Top of Records for this exercise

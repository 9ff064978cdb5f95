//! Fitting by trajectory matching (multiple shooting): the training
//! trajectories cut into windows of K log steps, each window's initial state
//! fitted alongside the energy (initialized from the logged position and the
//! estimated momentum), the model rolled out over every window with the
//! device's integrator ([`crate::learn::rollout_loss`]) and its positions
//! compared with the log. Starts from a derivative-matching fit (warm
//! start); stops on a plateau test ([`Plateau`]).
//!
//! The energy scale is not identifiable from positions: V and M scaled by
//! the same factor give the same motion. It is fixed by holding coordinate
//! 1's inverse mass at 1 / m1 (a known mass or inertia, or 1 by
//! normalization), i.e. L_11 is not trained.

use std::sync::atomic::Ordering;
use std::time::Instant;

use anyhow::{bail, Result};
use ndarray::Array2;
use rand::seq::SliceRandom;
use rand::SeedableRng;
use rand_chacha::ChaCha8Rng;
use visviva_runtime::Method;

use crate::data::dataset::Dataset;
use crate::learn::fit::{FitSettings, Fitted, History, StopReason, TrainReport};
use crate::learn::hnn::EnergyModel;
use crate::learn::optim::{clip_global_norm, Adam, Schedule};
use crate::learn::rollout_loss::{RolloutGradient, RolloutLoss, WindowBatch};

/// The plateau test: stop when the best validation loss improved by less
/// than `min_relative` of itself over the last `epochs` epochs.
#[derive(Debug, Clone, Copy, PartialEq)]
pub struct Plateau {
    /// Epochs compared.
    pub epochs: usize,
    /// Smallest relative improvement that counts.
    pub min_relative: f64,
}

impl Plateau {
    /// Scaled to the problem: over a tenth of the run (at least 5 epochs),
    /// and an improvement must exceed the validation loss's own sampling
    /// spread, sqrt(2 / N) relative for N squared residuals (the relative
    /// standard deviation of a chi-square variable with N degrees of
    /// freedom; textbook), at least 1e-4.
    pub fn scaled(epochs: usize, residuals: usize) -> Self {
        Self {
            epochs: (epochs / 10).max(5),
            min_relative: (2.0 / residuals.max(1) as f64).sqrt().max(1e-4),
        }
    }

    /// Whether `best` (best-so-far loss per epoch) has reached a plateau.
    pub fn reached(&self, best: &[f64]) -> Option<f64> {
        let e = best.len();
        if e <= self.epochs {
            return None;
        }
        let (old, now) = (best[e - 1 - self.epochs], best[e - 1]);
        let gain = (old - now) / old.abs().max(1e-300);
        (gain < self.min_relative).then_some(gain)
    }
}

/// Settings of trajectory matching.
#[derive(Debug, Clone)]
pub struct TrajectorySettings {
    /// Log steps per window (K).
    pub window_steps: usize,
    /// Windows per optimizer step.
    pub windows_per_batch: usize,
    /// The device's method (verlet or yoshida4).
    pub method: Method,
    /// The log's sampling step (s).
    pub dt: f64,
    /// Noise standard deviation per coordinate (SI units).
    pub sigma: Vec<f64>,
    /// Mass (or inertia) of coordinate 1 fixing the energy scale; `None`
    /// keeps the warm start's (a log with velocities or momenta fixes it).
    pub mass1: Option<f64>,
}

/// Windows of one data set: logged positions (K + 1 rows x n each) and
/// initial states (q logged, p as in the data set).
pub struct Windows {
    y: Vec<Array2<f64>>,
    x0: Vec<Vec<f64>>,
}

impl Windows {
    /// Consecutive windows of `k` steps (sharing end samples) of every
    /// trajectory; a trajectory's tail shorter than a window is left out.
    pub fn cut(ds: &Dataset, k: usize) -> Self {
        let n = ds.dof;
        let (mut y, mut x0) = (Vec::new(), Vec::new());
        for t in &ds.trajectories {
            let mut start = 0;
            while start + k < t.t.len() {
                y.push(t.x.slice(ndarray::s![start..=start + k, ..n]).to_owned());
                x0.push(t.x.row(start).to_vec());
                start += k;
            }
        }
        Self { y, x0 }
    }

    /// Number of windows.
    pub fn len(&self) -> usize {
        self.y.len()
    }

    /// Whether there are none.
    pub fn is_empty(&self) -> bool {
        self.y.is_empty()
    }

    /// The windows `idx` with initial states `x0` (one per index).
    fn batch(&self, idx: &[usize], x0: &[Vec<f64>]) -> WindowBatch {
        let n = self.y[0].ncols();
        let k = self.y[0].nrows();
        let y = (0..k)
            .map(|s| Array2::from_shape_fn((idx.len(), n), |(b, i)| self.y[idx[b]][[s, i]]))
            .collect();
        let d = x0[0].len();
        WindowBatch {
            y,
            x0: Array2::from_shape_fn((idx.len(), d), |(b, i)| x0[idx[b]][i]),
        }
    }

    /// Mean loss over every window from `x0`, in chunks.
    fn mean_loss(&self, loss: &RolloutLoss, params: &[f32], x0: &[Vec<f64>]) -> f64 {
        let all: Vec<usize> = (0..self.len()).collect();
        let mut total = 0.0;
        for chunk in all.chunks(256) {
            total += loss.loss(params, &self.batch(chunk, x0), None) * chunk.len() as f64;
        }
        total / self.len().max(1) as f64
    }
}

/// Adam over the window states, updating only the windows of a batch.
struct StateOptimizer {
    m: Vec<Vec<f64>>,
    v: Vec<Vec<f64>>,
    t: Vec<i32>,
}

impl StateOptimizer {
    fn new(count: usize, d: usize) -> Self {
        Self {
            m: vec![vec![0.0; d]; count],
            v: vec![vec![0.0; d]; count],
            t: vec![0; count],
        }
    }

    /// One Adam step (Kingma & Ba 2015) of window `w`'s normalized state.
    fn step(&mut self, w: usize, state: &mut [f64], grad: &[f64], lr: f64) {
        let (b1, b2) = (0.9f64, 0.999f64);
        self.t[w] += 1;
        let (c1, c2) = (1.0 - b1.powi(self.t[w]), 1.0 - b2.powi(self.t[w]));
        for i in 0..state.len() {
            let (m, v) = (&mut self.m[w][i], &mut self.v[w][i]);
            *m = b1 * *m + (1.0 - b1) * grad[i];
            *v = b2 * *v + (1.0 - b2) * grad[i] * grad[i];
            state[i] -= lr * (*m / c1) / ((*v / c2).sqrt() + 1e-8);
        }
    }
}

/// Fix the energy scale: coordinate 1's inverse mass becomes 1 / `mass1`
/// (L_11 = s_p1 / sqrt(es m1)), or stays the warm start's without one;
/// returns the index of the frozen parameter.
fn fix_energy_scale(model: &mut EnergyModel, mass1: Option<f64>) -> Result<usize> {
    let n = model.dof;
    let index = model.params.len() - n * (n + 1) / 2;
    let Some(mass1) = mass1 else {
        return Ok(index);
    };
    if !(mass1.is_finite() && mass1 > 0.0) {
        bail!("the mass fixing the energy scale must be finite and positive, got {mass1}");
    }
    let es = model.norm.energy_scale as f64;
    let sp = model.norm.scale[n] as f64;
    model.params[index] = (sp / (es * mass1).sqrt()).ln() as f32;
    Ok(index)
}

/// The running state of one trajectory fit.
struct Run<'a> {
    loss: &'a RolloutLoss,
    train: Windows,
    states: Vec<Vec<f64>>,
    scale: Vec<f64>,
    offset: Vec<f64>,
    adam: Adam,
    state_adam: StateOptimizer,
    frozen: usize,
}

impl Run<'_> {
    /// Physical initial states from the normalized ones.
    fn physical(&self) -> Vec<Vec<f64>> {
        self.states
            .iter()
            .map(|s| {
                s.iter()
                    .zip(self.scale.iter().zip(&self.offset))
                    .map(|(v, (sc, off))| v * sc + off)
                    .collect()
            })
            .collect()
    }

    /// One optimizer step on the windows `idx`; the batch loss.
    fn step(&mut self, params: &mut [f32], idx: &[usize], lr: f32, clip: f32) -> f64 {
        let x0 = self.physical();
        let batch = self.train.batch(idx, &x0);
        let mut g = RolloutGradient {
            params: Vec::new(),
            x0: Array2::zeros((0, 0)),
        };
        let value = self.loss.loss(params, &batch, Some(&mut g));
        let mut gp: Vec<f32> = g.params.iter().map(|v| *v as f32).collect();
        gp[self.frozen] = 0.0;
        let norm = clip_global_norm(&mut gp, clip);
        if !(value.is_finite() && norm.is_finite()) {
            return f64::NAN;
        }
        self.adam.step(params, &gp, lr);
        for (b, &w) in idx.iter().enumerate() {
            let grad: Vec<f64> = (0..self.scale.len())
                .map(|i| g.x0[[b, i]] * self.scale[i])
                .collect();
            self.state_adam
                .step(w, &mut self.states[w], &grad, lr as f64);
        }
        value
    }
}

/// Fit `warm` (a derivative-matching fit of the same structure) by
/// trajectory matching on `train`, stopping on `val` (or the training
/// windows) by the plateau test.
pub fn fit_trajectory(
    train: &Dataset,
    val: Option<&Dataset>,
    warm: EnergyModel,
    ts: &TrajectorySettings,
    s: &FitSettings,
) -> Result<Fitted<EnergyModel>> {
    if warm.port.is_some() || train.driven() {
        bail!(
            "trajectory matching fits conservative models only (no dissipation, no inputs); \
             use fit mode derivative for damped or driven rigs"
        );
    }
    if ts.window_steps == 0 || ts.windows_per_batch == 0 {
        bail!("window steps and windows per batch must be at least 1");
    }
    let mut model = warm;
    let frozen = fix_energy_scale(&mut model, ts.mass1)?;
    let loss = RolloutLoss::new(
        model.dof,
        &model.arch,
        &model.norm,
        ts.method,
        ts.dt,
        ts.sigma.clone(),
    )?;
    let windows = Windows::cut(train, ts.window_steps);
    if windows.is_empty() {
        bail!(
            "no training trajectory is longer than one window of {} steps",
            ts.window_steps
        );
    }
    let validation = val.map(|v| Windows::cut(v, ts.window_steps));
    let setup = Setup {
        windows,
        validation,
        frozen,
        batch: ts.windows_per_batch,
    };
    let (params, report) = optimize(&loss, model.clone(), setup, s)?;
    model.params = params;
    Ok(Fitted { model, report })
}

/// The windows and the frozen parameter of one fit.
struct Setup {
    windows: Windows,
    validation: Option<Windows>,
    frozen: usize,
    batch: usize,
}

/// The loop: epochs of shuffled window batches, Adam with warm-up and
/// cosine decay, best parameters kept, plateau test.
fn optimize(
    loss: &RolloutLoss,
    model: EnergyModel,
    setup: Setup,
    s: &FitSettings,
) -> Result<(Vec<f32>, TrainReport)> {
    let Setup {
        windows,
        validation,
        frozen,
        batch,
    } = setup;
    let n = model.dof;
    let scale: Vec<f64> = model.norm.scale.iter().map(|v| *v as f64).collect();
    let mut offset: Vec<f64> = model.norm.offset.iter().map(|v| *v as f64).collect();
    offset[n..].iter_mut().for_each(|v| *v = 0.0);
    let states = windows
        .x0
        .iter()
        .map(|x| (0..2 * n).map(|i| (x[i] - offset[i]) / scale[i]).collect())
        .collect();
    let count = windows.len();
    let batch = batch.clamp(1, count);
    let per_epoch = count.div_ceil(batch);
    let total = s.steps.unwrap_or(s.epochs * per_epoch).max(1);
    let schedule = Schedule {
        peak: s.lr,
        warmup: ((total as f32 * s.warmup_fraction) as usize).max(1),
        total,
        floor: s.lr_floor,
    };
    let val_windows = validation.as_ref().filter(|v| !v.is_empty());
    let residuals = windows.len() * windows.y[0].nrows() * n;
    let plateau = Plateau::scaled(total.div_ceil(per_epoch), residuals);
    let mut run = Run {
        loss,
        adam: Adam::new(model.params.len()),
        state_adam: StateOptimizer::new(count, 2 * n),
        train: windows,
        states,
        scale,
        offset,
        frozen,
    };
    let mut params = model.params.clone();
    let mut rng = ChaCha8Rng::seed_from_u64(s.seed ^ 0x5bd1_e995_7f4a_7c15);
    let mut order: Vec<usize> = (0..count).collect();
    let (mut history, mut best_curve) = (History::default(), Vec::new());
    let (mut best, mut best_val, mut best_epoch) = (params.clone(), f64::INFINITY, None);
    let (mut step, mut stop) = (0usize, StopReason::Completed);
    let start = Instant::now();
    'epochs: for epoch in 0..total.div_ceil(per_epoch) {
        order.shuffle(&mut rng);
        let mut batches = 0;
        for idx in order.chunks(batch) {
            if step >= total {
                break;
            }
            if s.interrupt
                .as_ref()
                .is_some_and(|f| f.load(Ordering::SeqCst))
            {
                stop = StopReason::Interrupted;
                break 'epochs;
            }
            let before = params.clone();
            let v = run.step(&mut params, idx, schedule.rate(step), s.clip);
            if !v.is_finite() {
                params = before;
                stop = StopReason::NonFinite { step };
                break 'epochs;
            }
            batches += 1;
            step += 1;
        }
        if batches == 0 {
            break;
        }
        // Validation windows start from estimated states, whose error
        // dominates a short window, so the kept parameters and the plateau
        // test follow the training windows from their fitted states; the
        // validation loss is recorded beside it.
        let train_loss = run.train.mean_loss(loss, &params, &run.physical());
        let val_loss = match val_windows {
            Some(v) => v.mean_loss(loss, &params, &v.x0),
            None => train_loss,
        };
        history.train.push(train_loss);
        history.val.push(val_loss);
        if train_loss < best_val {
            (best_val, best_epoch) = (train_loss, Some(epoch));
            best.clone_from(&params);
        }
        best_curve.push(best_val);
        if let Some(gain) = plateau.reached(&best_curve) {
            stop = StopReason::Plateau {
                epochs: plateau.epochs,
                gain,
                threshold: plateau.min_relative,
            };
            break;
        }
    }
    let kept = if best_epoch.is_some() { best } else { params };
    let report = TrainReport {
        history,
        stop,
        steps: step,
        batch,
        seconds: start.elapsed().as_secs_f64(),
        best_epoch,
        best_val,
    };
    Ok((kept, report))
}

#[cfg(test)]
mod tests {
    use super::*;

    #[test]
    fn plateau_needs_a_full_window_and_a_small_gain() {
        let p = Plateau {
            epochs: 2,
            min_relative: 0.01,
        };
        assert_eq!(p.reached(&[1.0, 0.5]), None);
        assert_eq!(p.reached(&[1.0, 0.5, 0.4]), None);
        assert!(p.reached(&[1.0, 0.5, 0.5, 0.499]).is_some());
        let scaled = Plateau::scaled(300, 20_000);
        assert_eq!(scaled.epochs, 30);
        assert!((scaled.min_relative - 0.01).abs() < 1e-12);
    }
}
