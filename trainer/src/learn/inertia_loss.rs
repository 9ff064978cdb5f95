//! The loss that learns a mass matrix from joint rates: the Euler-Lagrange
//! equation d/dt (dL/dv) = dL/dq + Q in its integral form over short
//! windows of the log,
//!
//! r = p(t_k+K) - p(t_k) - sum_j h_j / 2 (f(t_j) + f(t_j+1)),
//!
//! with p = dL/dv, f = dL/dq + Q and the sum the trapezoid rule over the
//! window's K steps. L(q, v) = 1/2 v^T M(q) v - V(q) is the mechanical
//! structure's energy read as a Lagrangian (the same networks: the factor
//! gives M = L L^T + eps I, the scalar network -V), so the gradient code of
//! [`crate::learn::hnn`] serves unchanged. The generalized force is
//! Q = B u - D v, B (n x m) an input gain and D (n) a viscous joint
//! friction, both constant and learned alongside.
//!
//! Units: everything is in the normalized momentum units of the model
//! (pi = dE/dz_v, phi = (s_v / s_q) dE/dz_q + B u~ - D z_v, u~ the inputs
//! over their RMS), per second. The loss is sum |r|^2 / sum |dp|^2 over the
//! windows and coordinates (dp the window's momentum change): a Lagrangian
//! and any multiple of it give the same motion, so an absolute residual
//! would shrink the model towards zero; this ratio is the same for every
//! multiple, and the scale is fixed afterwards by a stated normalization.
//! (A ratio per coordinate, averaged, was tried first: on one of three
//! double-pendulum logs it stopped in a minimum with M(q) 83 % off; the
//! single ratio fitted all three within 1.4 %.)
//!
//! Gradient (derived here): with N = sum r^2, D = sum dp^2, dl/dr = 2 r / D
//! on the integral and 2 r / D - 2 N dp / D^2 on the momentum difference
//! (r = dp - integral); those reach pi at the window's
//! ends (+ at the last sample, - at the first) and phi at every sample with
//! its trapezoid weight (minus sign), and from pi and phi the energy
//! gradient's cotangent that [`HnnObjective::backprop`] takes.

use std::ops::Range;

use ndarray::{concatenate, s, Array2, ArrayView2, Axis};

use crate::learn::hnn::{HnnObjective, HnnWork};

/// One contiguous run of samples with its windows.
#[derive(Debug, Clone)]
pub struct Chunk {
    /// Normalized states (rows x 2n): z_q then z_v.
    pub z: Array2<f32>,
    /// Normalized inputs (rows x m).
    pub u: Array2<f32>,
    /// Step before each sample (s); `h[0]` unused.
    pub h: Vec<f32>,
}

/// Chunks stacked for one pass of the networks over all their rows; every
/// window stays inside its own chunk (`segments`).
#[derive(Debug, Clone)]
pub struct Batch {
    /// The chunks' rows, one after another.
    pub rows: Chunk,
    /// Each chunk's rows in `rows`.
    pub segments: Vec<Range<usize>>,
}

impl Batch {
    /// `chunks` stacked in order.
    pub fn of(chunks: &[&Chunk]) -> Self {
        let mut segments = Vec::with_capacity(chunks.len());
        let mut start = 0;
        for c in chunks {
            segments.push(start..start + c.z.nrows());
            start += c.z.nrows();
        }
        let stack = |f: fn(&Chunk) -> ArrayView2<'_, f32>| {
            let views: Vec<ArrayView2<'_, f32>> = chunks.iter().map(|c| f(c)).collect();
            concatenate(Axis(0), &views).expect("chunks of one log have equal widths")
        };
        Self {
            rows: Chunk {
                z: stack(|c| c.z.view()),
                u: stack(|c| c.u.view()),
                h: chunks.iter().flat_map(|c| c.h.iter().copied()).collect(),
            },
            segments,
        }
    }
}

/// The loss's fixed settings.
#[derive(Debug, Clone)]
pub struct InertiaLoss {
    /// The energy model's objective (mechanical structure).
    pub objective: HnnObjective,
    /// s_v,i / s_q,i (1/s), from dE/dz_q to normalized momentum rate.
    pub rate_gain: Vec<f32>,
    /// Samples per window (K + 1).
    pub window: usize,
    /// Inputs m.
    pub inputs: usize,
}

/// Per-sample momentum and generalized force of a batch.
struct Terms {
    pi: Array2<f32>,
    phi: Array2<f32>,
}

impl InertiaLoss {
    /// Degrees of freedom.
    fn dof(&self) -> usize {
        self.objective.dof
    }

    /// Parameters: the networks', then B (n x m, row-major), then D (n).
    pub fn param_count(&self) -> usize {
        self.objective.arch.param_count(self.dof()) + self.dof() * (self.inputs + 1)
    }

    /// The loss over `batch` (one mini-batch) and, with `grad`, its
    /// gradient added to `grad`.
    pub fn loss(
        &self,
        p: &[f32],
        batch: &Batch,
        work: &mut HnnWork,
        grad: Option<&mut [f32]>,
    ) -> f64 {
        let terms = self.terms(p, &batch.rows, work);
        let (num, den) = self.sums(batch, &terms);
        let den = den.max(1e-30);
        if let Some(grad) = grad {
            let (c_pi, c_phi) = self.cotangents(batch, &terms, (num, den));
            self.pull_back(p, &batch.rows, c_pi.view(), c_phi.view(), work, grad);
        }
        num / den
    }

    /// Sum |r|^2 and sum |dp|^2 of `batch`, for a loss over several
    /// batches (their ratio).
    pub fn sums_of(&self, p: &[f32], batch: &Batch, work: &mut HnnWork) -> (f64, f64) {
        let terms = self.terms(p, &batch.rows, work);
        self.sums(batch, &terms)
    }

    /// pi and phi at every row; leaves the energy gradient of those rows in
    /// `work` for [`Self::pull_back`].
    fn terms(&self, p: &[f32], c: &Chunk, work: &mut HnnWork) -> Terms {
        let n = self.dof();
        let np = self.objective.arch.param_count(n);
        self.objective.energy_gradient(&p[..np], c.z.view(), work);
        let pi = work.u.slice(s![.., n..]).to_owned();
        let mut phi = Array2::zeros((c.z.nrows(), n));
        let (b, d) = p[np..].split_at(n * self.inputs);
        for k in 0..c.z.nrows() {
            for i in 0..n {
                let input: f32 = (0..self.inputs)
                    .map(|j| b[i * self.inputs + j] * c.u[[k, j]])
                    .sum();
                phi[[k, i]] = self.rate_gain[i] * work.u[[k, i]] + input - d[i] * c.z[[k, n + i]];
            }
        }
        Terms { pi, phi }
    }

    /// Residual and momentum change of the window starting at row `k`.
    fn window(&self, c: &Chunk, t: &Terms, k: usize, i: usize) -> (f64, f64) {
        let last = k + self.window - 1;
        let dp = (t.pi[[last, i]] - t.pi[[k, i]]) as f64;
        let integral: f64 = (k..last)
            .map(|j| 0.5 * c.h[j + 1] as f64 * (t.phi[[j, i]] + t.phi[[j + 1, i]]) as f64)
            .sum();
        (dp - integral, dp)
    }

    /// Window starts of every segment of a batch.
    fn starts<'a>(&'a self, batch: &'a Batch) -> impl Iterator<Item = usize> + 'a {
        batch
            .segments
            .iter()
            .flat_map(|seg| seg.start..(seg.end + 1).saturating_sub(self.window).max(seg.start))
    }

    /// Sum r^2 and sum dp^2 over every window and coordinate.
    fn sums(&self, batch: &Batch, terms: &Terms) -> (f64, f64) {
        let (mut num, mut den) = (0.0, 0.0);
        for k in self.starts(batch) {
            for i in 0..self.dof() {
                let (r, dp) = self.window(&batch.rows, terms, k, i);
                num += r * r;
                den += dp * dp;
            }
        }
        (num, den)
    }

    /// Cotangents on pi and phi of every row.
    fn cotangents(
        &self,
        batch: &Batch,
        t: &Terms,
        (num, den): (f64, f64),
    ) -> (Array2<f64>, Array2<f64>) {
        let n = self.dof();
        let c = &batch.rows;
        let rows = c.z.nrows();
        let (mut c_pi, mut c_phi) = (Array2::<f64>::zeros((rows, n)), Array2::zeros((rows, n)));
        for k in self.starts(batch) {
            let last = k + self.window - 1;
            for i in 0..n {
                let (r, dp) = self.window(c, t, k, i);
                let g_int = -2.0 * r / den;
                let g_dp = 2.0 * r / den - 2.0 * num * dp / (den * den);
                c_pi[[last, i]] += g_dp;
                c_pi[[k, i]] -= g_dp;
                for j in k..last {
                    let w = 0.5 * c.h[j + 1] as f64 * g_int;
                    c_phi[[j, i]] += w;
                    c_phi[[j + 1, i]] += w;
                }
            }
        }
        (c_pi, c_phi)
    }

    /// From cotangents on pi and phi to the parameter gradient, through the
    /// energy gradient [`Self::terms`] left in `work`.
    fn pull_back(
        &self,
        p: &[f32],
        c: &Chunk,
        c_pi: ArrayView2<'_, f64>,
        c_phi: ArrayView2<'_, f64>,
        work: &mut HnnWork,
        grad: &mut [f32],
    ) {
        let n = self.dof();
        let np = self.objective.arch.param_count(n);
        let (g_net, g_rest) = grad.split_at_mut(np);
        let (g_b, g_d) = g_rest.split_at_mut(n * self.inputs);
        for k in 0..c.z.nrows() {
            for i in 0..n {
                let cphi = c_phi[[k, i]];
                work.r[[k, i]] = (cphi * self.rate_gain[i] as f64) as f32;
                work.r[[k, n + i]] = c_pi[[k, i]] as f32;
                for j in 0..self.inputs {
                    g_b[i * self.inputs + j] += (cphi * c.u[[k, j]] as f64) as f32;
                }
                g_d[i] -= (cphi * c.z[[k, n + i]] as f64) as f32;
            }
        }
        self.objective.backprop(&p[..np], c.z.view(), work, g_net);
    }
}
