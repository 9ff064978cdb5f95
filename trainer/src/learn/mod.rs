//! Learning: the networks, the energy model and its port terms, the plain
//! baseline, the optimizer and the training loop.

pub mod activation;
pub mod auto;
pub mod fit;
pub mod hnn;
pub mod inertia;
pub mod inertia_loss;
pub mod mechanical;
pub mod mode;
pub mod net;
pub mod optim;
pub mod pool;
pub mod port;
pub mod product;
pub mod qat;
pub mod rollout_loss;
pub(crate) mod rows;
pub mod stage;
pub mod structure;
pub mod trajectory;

Bottom of Records for this exercise

* **Problem to solve**
Above are records; repeat only the lines starting at the line with "there are none." and ending at the line with "let y = (0..k)", exactly as they appear, both included.

* **Exercise answer**
    /// Whether there are none.
    pub fn is_empty(&self) -> bool {
        self.y.is_empty()
    }

    /// The windows `idx` with initial states `x0` (one per index).
    fn batch(&self, idx: &[usize], x0: &[Vec<f64>]) -> WindowBatch {
        let n = self.y[0].ncols();
        let k = self.y[0].nrows();
        let y = (0..k)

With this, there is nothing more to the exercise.